### WHAT YOU WILL DO
What lines in the entries below contain the word "strength"? Copy all of them.

Saved entries:
============================================================
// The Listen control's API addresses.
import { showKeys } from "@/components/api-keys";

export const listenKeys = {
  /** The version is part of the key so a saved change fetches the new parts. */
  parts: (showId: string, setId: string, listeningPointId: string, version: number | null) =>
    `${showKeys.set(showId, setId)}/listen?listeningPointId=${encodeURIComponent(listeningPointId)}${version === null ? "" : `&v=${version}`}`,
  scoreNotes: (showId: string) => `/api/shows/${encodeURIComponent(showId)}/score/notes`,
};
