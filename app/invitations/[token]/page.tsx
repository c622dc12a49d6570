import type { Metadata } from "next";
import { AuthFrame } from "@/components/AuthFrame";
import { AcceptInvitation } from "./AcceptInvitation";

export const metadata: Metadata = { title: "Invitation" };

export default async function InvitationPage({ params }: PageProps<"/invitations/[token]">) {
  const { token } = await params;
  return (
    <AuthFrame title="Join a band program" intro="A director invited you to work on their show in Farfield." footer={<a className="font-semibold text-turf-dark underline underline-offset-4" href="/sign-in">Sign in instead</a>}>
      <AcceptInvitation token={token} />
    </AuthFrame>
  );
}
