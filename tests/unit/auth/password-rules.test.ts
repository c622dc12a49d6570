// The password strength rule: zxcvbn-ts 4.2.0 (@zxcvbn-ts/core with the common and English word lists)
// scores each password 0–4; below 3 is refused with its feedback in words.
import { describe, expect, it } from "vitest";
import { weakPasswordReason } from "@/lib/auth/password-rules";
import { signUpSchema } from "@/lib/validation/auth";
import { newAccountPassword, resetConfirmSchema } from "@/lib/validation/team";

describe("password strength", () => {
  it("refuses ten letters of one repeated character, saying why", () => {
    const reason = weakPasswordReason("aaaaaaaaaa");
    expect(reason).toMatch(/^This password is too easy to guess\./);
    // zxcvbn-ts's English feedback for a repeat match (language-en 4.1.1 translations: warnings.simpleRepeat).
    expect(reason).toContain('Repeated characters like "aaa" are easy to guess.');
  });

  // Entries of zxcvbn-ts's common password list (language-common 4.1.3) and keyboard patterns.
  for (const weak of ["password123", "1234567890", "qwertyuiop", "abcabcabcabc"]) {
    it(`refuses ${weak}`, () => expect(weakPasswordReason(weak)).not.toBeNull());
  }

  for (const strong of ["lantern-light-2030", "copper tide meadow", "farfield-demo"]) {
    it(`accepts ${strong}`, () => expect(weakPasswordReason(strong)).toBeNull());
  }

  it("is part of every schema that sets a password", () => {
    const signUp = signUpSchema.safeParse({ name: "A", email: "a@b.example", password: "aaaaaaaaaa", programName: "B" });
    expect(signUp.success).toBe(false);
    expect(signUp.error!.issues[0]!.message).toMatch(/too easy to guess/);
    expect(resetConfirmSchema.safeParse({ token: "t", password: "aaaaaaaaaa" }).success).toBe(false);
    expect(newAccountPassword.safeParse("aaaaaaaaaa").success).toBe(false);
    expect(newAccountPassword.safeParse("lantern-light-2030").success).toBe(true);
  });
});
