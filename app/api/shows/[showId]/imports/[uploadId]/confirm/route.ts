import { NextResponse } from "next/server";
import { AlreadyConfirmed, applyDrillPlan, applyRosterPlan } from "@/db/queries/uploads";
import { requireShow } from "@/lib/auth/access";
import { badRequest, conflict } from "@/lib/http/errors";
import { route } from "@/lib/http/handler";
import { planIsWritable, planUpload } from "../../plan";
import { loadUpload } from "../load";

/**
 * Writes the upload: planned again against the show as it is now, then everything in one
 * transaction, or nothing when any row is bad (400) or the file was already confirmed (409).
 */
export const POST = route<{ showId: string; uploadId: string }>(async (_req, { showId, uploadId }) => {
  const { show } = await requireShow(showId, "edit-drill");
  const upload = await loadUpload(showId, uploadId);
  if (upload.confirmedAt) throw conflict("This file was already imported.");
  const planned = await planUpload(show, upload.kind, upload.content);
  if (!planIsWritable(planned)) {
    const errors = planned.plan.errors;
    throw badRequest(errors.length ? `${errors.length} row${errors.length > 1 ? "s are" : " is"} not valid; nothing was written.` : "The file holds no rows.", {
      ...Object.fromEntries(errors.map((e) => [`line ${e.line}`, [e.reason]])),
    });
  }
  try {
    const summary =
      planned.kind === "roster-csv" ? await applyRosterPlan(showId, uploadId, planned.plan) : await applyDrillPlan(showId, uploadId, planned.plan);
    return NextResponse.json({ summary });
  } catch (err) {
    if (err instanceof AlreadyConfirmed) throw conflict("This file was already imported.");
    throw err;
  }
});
============================================================
### OUTPUT FOR THIS TASK
// The password strength rule: zxcvbn-ts 4.2.0 (@zxcvbn-ts/core with the common and English word lists)
describe("password strength", () => {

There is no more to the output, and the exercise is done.